1-Hydroxycyclopentyl-(o-chlorophenyl)-ketone N-methylimine (2.0 g) is dissolved in 15 ml of Decalin and refluxed for 2,5 hours. After evaporation of the Decalin under reduced pressure, the residue is extracted with dilute hydrochloric acid, the solution treated with decolorizing charcoal, and the resulting acidic solution is made basic. The liberated product, 2-methylamino- 2-(o-chlorophenyl)-cyclohexanone, after crystallization from pentane-ether, has MP 92° to 93°C. The hydrochloride of this compound has MP 262° to 263°C.

brand name

Ketalar (Parkdale).

Therapeutic Function

Anesthetic

Mechanism of action

The mode of action of ketamine differs from that of the barbiturates. It suppresses the activities of the cerebral cortex (consciousness) and the thalamic pain pathways (analgesia). Parts of the upper brainstem and the limbic system are not affected (so-called dissociative analgesia).
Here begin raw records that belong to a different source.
def _number(builder, parameter, tree) -> sympy.Expr:
    value = builder.expr(tree)
    if not value.is_number or value.is_real is not True:
        raise InputError(f"a value of {parameter.name} must be a real number", builder.span(tree))
    low, high = parameter.lower, parameter.upper
    outside = (low is not None and (value < low or (parameter.lower_open and value == low))) or \
        (high is not None and (value > high or (parameter.upper_open and value == high)))
    if bool(outside):
        raise InputError(f"{parameter.name} = {value} is outside its declared range", builder.span(tree))
    return value


def _positive(statement, name, largest, what):
    if name not in statement.clauses:
        return None
    text = str(statement.clauses[name].children[0])
    value = float(text)
    span = statement.clause_span(name)
    if not value > 0 or not math.isfinite(value):
        raise InputError(f"the {what} must be positive, not {text}", span)
    if largest is not None and value > largest:
        raise InputError(f"at most {largest:g} {what}", span)
    return value


def _file_name(statement, name):
    if name not in statement.clauses:
        return None
    text = str(statement.clauses[name].children[0])[1:-1]
    if not text.strip() or "\x00" in text:
        raise InputError(f"`{name}` needs a file name", statement.clause_span(name))
    return text


def _check_map(statement, figure, coefficients, axes):
    span = statement.clause_span("map")
    if not figure.lower().endswith(MAP_SUFFIXES):
        raise InputError(f"a map file name ends in {', '.join(MAP_SUFFIXES)}", span)
    if len(coefficients) > MAP_ROWS:
        raise InputError(f"a map draws at most {MAP_ROWS} coefficients (a row of panels each): list fewer in this "
                         "`sample` statement", span)
    if len(axes) != 2 or any(len(values) < 2 for _, values in axes):
        raise InputError("a map needs two scanned parameters with at least two values each "
                         "(`over alpha = [...], nu = [...]`)", span)
    try:
        import matplotlib  # noqa: F401
    except ImportError:
        raise InputError(INSTALL_HINT, span) from None


def grid_points(sampling: Sampling) -> list[dict[sympy.Symbol, sympy.Expr]]:
    """Every point of a statement: the `over` grid (first axis slowest) with the `at` values."""
    fixed = dict(sampling.fixed)
    if not sampling.axes:
        return [fixed]
    symbols = [s for s, _ in sampling.axes]
    return [{**fixed, **dict(zip(symbols, combo))} for combo in itertools.product(*(v for _, v in sampling.axes))]


def loop_seconds(runs: int, loops: int, points: int = 1, slices: int = DEFAULT_SLICES) -> float:
    """Estimated wall time of `runs` estimator runs of `loops` loops each over `points` grid points,
    at conservative rates (an upper estimate; the cost of a loop grows with its slices)."""
    return (runs * loops * (1 / SAMPLES_PER_SECOND + (points - 1) / POINT_SAMPLES_PER_SECOND)
            * max(1.0, slices / DEFAULT_SLICES))


def _affordable(runs: int, points: int, slices: int = DEFAULT_SLICES) -> int:
    loops = int(MAX_UNTIMED_SECONDS / loop_seconds(runs, 1, points, slices))
    return int(float(f"{loops:.2g}"))


def expected_seconds(system) -> float:
    """An upper estimate of the wall time of every `sample` statement of a system (the time caps, or
    the loop budget at a conservative rate): lets fuzzers and tools skip long runs."""
    total = 0.0
    for sampling in system.samplings:
        runs = len({index for _, index, _ in sampling.coefficients})
        points = math.prod(len(values) for _, values in sampling.axes) if sampling.axes else 1
        by_loops = loop_seconds(runs, sampling.loops, points, sampling.slices) if sampling.loops else math.inf
        total += min(sampling.time_cap or math.inf, by_loops)
    return total
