"""Cluster and virial coefficients of one mobile species among Poisson flux tubes, exact in the named
tube pieces, with honest O(coverage^k) terms; sampled pieces substituted with propagated errors.

    coefficients = tube_coefficients("bose", flux=Rational(1, 2), order=4)
    coefficients.virial[(2,)]        # -1/4 - n^2 (T2 - 1/64)/4   (+ O(n^3))
    compose(coefficients.virial[(2,)], {TWO_TUBES: Estimate(0.0178, 2e-4)}, {COVERAGE: 0.1})

Pieces (docs/tubes.md, symbols of our own naming):
  COVERAGE   n, tubes per lambda^2 of the mobile species;
  TWO_TUBES  T2 = E[Re X_1 X_2], the connected integral of one loop of duration beta and two tubes
             (`tube_estimates.estimate_two_tubes`); b_l of a bose (fermi) species gains
             (+-1)^(l+1) (n^2/2) T2 for every l (a loop of duration l beta has l^2 T2);
  ANYON_TUBE B = the coefficient of n in b_2 of identical anyons (`estimate_anyons_tube`).
Known exactly: the one-tube term F = -s(1 - s)/2, s = flux mod 1 (Comtet, Georgelin, Ouvry 1989),
in b_l as (+-1)^(l+1) (n/l) F.  Bose/fermi: b_l through n^2, so the results carry O(n^3).  Anyons:
b_1 through n^2 but b_2 only through n (its n^2 term is a four-body piece: two mobile particles and two
tubes), and b_l, l >= 3, are many-body pieces; so anyonic results stop at |n| = 2 and carry O(n^2).
"""
from __future__ import annotations

import math
from dataclasses import dataclass

import sympy

from ..exact.virial import cluster_to_virial
from ..errors import NotSupportedYet
from .estimator import Estimate

COVERAGE = sympy.Symbol("n_tubes", nonnegative=True)
TWO_TUBES = sympy.Symbol("T_two_tubes", real=True)
ANYON_TUBE = sympy.Symbol("B_anyon_tube", real=True)


def _exact(value, what: str) -> sympy.Rational:
    if isinstance(value, float) or not sympy.sympify(value).is_Rational:
        raise ValueError(f"{what} must be an exact rational number (sympy.Rational or int), got {value!r}: "
                         "the derivation stays exact; floats enter only through `compose`")
    return sympy.Rational(value)


def one_tube(flux) -> sympy.Expr:
    """-s(1 - s)/2 with s = flux mod 1 (exact for a rational flux)."""
    s = _exact(flux, "the flux") % 1
    return -s * (1 - s) / 2


@dataclass(frozen=True)
class TubeCoefficients:
    clusters: dict            # (l,) -> b_l, polynomial in COVERAGE and the pieces
    virial: dict              # (l,) -> a_l, truncated
    truncation: dict          # {COVERAGE: k}: every value is exact below n^k, O(n^k) beyond


def tube_coefficients(statistics, flux, order: int) -> TubeCoefficients:
    """b_l and a_l (l <= order) of one mobile species among tubes of the given (rational) flux.

    statistics: "bose", "fermi" or an exchange parameter alpha (a rational number; 0 and 1 mod 2 are
    bose and fermi).  Anyons are supported through order 2 only (see the module docstring).
    """
    f = one_tube(flux)
    n = COVERAGE
    if statistics not in ("bose", "fermi"):
        statistics = _exact(statistics, "the exchange parameter")
    if statistics in ("bose", "fermi") or statistics % 2 in (0, 1):
        fermi = statistics == "fermi" or (statistics != "bose" and statistics % 2 == 1)
        b = {(l,): (-1 if fermi and l % 2 == 0 else 1) * (sympy.Rational(1, l * l) + n * f / l + n ** 2 * TWO_TUBES / 2)
             for l in range(1, order + 1)}
        truncation = {n: 3}
    else:
        if order > 2:
            raise NotSupportedYet(f"anyons among flux tubes to order {order}: b_l with l >= 3 are many-body "
                                  "pieces with tubes and are not derived; supported: order 2 (b_1 exact, b_2 to "
                                  "first order in the coverage with the sampled piece B_anyon_tube)")
        a = statistics % 2
        b = {(1,): 1 + n * f, (2,): sympy.Rational(1, 4) - a + a ** 2 / 2 + n * ANYON_TUBE}
        b = {k: v for k, v in b.items() if k[0] <= order}
        truncation = {n: 2}
    result = cluster_to_virial(b, order, 1, truncation=truncation)
    virial = {k: sympy.expand(result.virial[k]) for k in b}
    return TubeCoefficients(b, virial, truncation)


def compose(expression, estimates: dict, values: dict) -> Estimate:
    """Value of an exact expression with sampled pieces: the other symbols take `values`, the pieces their
    estimates; error = sqrt(sum (d expression / d piece)^2 error^2), first order (exact for the
    expressions above, which are linear in each piece)."""
    expr = sympy.sympify(expression).subs(values)
    point = {s: e.value for s, e in estimates.items()}
    value = float(expr.subs(point))
    variance = sum(float(sympy.diff(expr, s).subs(point)) ** 2 * e.error ** 2 for s, e in estimates.items())
    return Estimate(value, math.sqrt(variance))
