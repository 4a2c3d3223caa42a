"""Computed on demand, not closed: the alpha^2 coefficient of b_n of one species beyond the table.

`two_loop_table` holds the part of b_n^(2) beyond the chains of three loops for n <= its
SINGLE_CYCLES_CHECKED (= 10), computed once by benchmarks/two_loop_table.py. For larger n the same
quantities are computed here when asked, with the same engines and the same error bound:

* every two-loop cluster {p-cycle, q-cycle}, p + q = n: its part beyond the chains (link squared plus
  the angle-area parts, `two_loop_fast.second_order`, normalised by the cluster's first order);
* the n-cycle alone (`cycle_alone.k_cycle_orders`): the chains carry its Fock-squared ring part
  (1/2)[z^n] z ln^2(1 - z)/(1 - z); what it has beyond (zero to 1e-13 for n <= 8, docs/perturbative.md 4h,
  a finding, not a derivation) is computed and added, so nothing rests on that pattern here.

Each at the engines' rules for the tolerances 1e-6 and 1e-7; the bound is max(MARGIN x the change
between the rules, FLOOR) per cluster, as for the table. Per unit mass about bosons (about fermions the
clusters' sign is (-1)^n, the caller's). The cost grows fast with n (benchmarks/two_loop_demand.py: six
minutes of one core for n = 9, twenty on a loaded machine for n = 10, when these were still computed here;
n = 11 twenty-one minutes with the other core running the test suite), so the result is
cached for the process, each step shows on a terminal, and n > MAX_N is refused (NotSupportedYet, said
beside the coefficient's name).
"""
from __future__ import annotations

import time
from fractions import Fraction
from functools import lru_cache

from ..errors import NotSupportedYet
from ..progress import Progress
from . import two_loop_fast
from .cycle_alone import k_cycle_orders
from .two_loop_table import FLOOR, SINGLE_CYCLES_CHECKED

MAX_N = 11
TOLERANCES = (1e-6, 1e-7)
CYCLE_RULES = ((8, 8), (10, 12))           # (levels, nodes) of the k-cycle alone at the same two tolerances
MARGIN = 10
STEPS: list[tuple[str, float, float]] = []   # (step, seconds, value) of the computations run so far (benchmarks)


def ring_part(n: int) -> Fraction:
    """The Fock-squared ring part of the n-cycle alone, (1/2)[z^n] z ln^2(1 - z)/(1 - z), exactly:
    ln^2(1 - z) = sum_{m >= 2} (2 H_{m-1}/m) z^m, so the coefficient is sum_{m=2}^{n-1} H_{m-1}/m."""
    harmonic, total = Fraction(0), Fraction(0)
    for m in range(2, n):
        harmonic += Fraction(1, m - 1)
        total += harmonic / m
    return total


def beyond_on_demand(n: int) -> tuple[float, float]:
    """(value, error bound) of the alpha^2 coefficient of b_n (one species of unit mass, about bosons)
    beyond the chains of three loops, computed now for SINGLE_CYCLES_CHECKED < n <= MAX_N."""
    if isinstance(n, bool) or not isinstance(n, int) or n <= SINGLE_CYCLES_CHECKED:
        raise ValueError(f"n must be an integer above {SINGLE_CYCLES_CHECKED} (below, the table has it); got {n!r}")
    if n > MAX_N:
        raise NotSupportedYet(f"b_{n} at second order (the two-loop clusters are computed on demand up to n = "
                              f"{MAX_N}, each n costing several times the one before; docs/perturbative.md, "
                              "section 4h)")
    return _computed(n)


@lru_cache(maxsize=None)
def _computed(n: int) -> tuple[float, float]:
    clusters = [(p, n - p) for p in range((n + 1) // 2, n)]
    report = Progress()
    value, bound = 0.0, 0.0
    try:
        for k, (p, q) in enumerate(clusters, 1):
            runs = []
            for tol in TOLERANCES:
                report.step(f"quadrature b_{n} at second order, cluster {{{p}-cycle, {q}-cycle}} "
                            f"({k}/{len(clusters) + 1}), rule {tol:g}")
                start = time.perf_counter()
                runs.append(two_loop_fast.second_order(p, q, tol)["beyond"])
                STEPS.append((f"{{{p},{q}}} tol={tol:g}", time.perf_counter() - start, runs[-1]))
            value += runs[-1]
            bound += max(MARGIN * abs(runs[1] - runs[0]), FLOOR)
        runs = []
        for rule in CYCLE_RULES:
            report.step(f"quadrature b_{n} at second order, the {n}-cycle alone ({len(clusters) + 1}/{len(clusters) + 1})")
            start = time.perf_counter()
            runs.append(k_cycle_orders(n, *rule)[1] - float(ring_part(n)))
            STEPS.append((f"{n}-cycle alone beyond its ring part, rule {rule}", time.perf_counter() - start, runs[-1]))
        value += runs[-1]
        bound += max(MARGIN * abs(runs[1] - runs[0]), abs(runs[-1]), FLOOR)
    finally:
        report.done()
    return float(value), float(bound)


def link_squared_on_demand(a: int, b: int) -> tuple[float, float]:
    """(value, error bound) of the link squared of the cluster {a-cycle, b-cycle} at equal masses, in one
    species' units as in `two_loop_table.LINK` (for two species the caller scales it), computed now for
    SINGLE_CYCLES_CHECKED < a + b <= MAX_N (the table has the smaller ones)."""
    n = a + b
    if n <= SINGLE_CYCLES_CHECKED:
        raise ValueError(f"a + b must be above {SINGLE_CYCLES_CHECKED} (below, the table has it); got {a} + {b}")
    if n > MAX_N:
        raise NotSupportedYet(f"the link squared of the {{{a}-cycle, {b}-cycle}} cluster for |n| = {n} (computed on "
                              f"demand up to |n| = {MAX_N}; docs/perturbative.md, section 4h)")
    return _link(max(a, b), min(a, b))


@lru_cache(maxsize=None)
def _link(p: int, q: int) -> tuple[float, float]:
    report = Progress()
    runs = []
    try:
        for tol in TOLERANCES:
            report.step(f"quadrature link^2 of {{{p}-cycle, {q}-cycle}}, rule {tol:g}")
            start = time.perf_counter()
            runs.append(two_loop_fast.second_order(p, q, tol)["link2"])
            STEPS.append((f"link^2 {{{p},{q}}} tol={tol:g}", time.perf_counter() - start, runs[-1]))
    finally:
        report.done()
    return float(runs[-1]), float(max(MARGIN * abs(runs[1] - runs[0]), FLOOR))
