def estimate_two_tubes(points, *, samples: int | None = None, time_cap: float | None = None,
                       target_error: float | None = None, seed: int = 0, slices: int = DEFAULT_SLICES,
                       depth: int = DEPTH, batch: int = DEFAULT_BATCH, workers: int = 1) -> TubeRun:
    """T2(gamma1, gamma2) at each point (gamma1, gamma2), one set of loops for all points.

    values: `connected` (T2; also `target`), `b1_coverage2` (T2/2: the n^2 coefficient of b_1 for one
    tube species when gamma1 = gamma2), `single_1`, `single_2` (one-tube integrals); exact: the
    single-tube values -s(1 - s)/2 (Comtet, Georgelin, Ouvry 1989) and T2 = 0 where a flux is an integer.
    target_error: the error bar T2 must reach at every point (raises TargetNotReachable otherwise).
    """
    pts = _check_settings(points, samples, time_cap, seed, slices, depth, workers, 2)
    max_rounds = None if samples is None else max(2, rounds_for(int(samples), batch))
    table, rounds, seconds = _execute(["two_tubes"], batch, slices, seed, pts, depth, None, max_rounds,
                                      time_cap, workers)
    rows = []
    for k, (g1, g2) in enumerate(pts):
        t2 = _combine(table, rounds, k, {("two_tubes", "connected"): 1.0})
        values = {"connected": t2, "target": t2, "b1_coverage2": Estimate(t2.value / 2, t2.error / 2),
                  "single_1": _combine(table, rounds, k, {("two_tubes", "single_1"): 1.0}),
                  "single_2": _combine(table, rounds, k, {("two_tubes", "single_2"): 1.0})}
        ref = {"single_1": flux_shift(g1), "single_2": flux_shift(g2)}
        if g1 == math.floor(g1) or g2 == math.floor(g2):
            ref["connected"] = 0.0
        rows.append((values, ref))
    return _finish("two_tubes", pts, table, rounds, seconds, batch, slices, depth, seed, target_error, rows)


def estimate_separation(points, separation: complex, *, samples: int, seed: int = 0,
                        slices: int = DEFAULT_SLICES, depth: int = DEPTH, batch: int = DEFAULT_BATCH,
                        workers: int = 1) -> TubeRun:
    """K(d) = int d^2c E[Re (Phi_1 - 1)(Phi_2 - 1)] for two tubes a fixed vector d apart (points
    (gamma1, gamma2)).  At d = 0 the two tubes are one of flux gamma1 + gamma2, so exactly
    K(0) = f(gamma1) + f(gamma2) - f(gamma1 + gamma2) with f(g) = s(1 - s)/2, s = g mod 1."""
    pts = _check_settings(points, samples, None, seed, slices, depth, workers, 2)
    table, rounds, seconds = _execute(["separation"], batch, slices, seed, pts, depth, complex(separation),
                                      max(2, rounds_for(int(samples), batch)), None, workers)
    rows = []
    for k, (g1, g2) in enumerate(pts):
        value = _combine(table, rounds, k, {("separation", "connected"): 1.0})
        ref = {"connected": flux_shift(g1 + g2) - flux_shift(g1) - flux_shift(g2)} if separation == 0 else {}
        rows.append(({"connected": value}, ref))
    return _finish("separation", pts, table, rounds, seconds, batch, slices, depth, seed, None, rows)


def estimate_anyons_tube(points, kind: str = "identical", *, samples: int | None = None,
                         time_cap: float | None = None, target_error: float | None = None, seed: int = 0,
                         slices: int = DEFAULT_SLICES, depth: int = DEPTH, batch: int = DEFAULT_BATCH,
                         workers: int = 1, mass_ratio: float = 1.0) -> TubeRun:
    """First order in the tube coverage n of the two-particle coefficients, one set of loops for all points.

    kind="identical", points (alpha, gamma): values `b2_coverage1` (also `target`), `a2_coverage1`
    (= -b2_coverage1 - 2 f b_2(alpha), f = -flux_shift), the tube-free `b2_no_tube` and the one-tube
    `single` (checks); exact: b_2(alpha) (Arovas, Schrieffer, Wilczek, Zee 1985), -s(1-s)/2, and the
    bose/fermi first order -+s(1-s)/4 where alpha is 0 or 1 mod 2.
    kind="distinct", points (alpha_12, gamma_1, gamma_2): `b11_coverage1`, `a11_coverage1`, `b11_no_tube`;
    `mass_ratio` = m_1/m_2 (lambda and the coverage per lambda^2 of particle 2): b11_coverage1 is then the
    piece B_braid_tube, which depends on the ratio alone; exact: b_11 = -((m_1 + m_2)/(2 m_2)) s(1 - s)
    (physics.md R3) and loop 1's one-tube integral (m_2/m_1)(-s(1 - s)/2); a11_coverage1 with m_ref = m_2.
    """
    if kind not in ("identical", "distinct"):
        raise LoopsError(f"unknown kind {kind!r}: 'identical' (b_2 of one species) or 'distinct' (b_11); " + SUPPORTED)
    if not (isinstance(mass_ratio, (int, float)) and math.isfinite(mass_ratio) and mass_ratio > 0):
        raise LoopsError(f"mass_ratio must be a positive number, got {mass_ratio!r}")
    if kind == "identical" and mass_ratio != 1.0:
        raise LoopsError("identical particles have one mass: mass_ratio is for kind='distinct'")
    width = 2 if kind == "identical" else 3
    pts = _check_settings(points, samples, time_cap, seed, slices, depth, workers, width)
    families = ["pair_tube", "swap_tube"] if kind == "identical" else ["pair_tube"]
    max_rounds = None if samples is None else max(2, rounds_for(int(samples), batch * len(families)))
    ratio = float(mass_ratio)
    table, rounds, seconds = _execute(families, batch, slices, seed, pts, depth, None if ratio == 1.0 else ratio,
                                      max_rounds, time_cap, workers)
    rows = []
    for k, p in enumerate(pts):
        single = _combine(table, rounds, k, {("pair_tube", "single"): 1.0})
        if kind == "identical":
            alpha, gamma = p
            b1 = _combine(table, rounds, k, {("pair_tube", "pair_tube"): 0.5, ("swap_tube", "swap_tube"): 0.25})
            b0 = _combine(table, rounds, k, {("pair_tube", "pair"): 0.5, ("swap_tube", "swap"): 0.25})
            b2 = exact.b2_identical(alpha)
            a1 = Estimate(-b1.value + 2.0 * flux_shift(gamma) * b2, b1.error)
            values = {"b2_coverage1": b1, "target": b1, "a2_coverage1": a1, "b2_no_tube": b0, "single": single}
            ref = {"b2_no_tube": b2, "single": flux_shift(gamma)}
            if alpha == math.floor(alpha):
                sign = 1.0 if int(math.floor(alpha)) % 2 == 0 else -1.0
                ref["b2_coverage1"] = sign * flux_shift(gamma) / 2.0
                ref["a2_coverage1"] = 0.0
        else:
            a12, g1, g2 = p
            b1 = _combine(table, rounds, k, {("pair_tube", "pair_tube"): 1.0})
            b0 = _combine(table, rounds, k, {("pair_tube", "pair"): 1.0})
            b11 = exact.b11_mutual(a12) * (1.0 + ratio) / 2.0
            # a_11 = -b_11/(b_10 b_01), b_10 = ratio + n F_1, b_01 = 1 + n F_2: its n term
            a1 = Estimate((-b1.value + (flux_shift(g1) / ratio + flux_shift(g2)) * b11) / ratio, b1.error / ratio)
            values = {"b11_coverage1": b1, "target": b1, "a11_coverage1": a1, "b11_no_tube": b0, "single": single}
            ref = {"b11_no_tube": b11, "single": flux_shift(g1) / ratio}
            if a12 == math.floor(a12):
                ref["b11_coverage1"] = 0.0
        rows.append((values, ref))
    per_round = batch * len(families)
    return _finish("anyons_tube_" + kind, pts, table, rounds, seconds, per_round, slices, depth, seed,
                   target_error, rows)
The patient exhibits a characteristic superficial sleep with complete elimination of pain. Because of the psychomotor side effects, combination with neuroleptics and tranquilizers is necessary. Ketamine is used especially in pediatrics. The usual preparations are 0.1 % and 0.5 % solutions.

Pharmacokinetics

Ketamine is a rapid-acting general anesthetic producing an anesthetic state characterized by profound analgesia, normal pharyngeal-laryngeal reflexes, normal or slightly enhanced skeletal muscle tone, cardiovascular and respiratory stimulation, and occasionally a transient and minimal respiratory depression. The anesthetic state produced by Ketamine has been termed as "dissociative anesthesia" in that it appears to selectively interrupt association pathways of the brain before producing somesthetic sensory blockade. It may selectively depress the thalamoneocortical system before significantly obtunding the more ancient cerebral centers and pathways (reticular-activating and limbic systems).
Ketamine enhances descending inhibiting serotoninergic pathways and can exert antidepressive effects. These effects are seen in concentrations ten times lower than the needed concentration for anesthetic proposes. The effect of ketamine can be described as analgesic by the prevention of central sensitization in dorsal horn neurons as well as by the inhibition on the synthesis of nitric oxide. Ketamine can present cardiovascular changes and bronchodilatation.

Clinical Use

Ketamine is a short-acting anesthetic effective for 5 – 30 min, depending on the amount injected. It is suitable for diagnostic purposes and for surgical procedures that do not require muscle relaxation. The occasional hallucinations that occur during anesthesia suggest a chemical relationship to phencyclidine, which was used as a short-acting anesthetic until identified as a dangerous drug of abuse.

Synthesis

It is prepared by bromination of o-chlorophenyl cyclopentyl ketone, which is then reacted with methylamine to give the methylimino alcohol. Thermolysis of the imino hydrochloride yields ketamine by ring expansion :

Metabolism

Ketamine presents a mainly hepatic metabolism and its major metabolite is norketamine. The biotransformation of ketamine corresponds to N-dealkylation, hydroxylation of the cyclohexone ring, conjugation to glucuronic acid and dehydration of the hydroxylated metabolites for the formation of cyclohexene derivatives.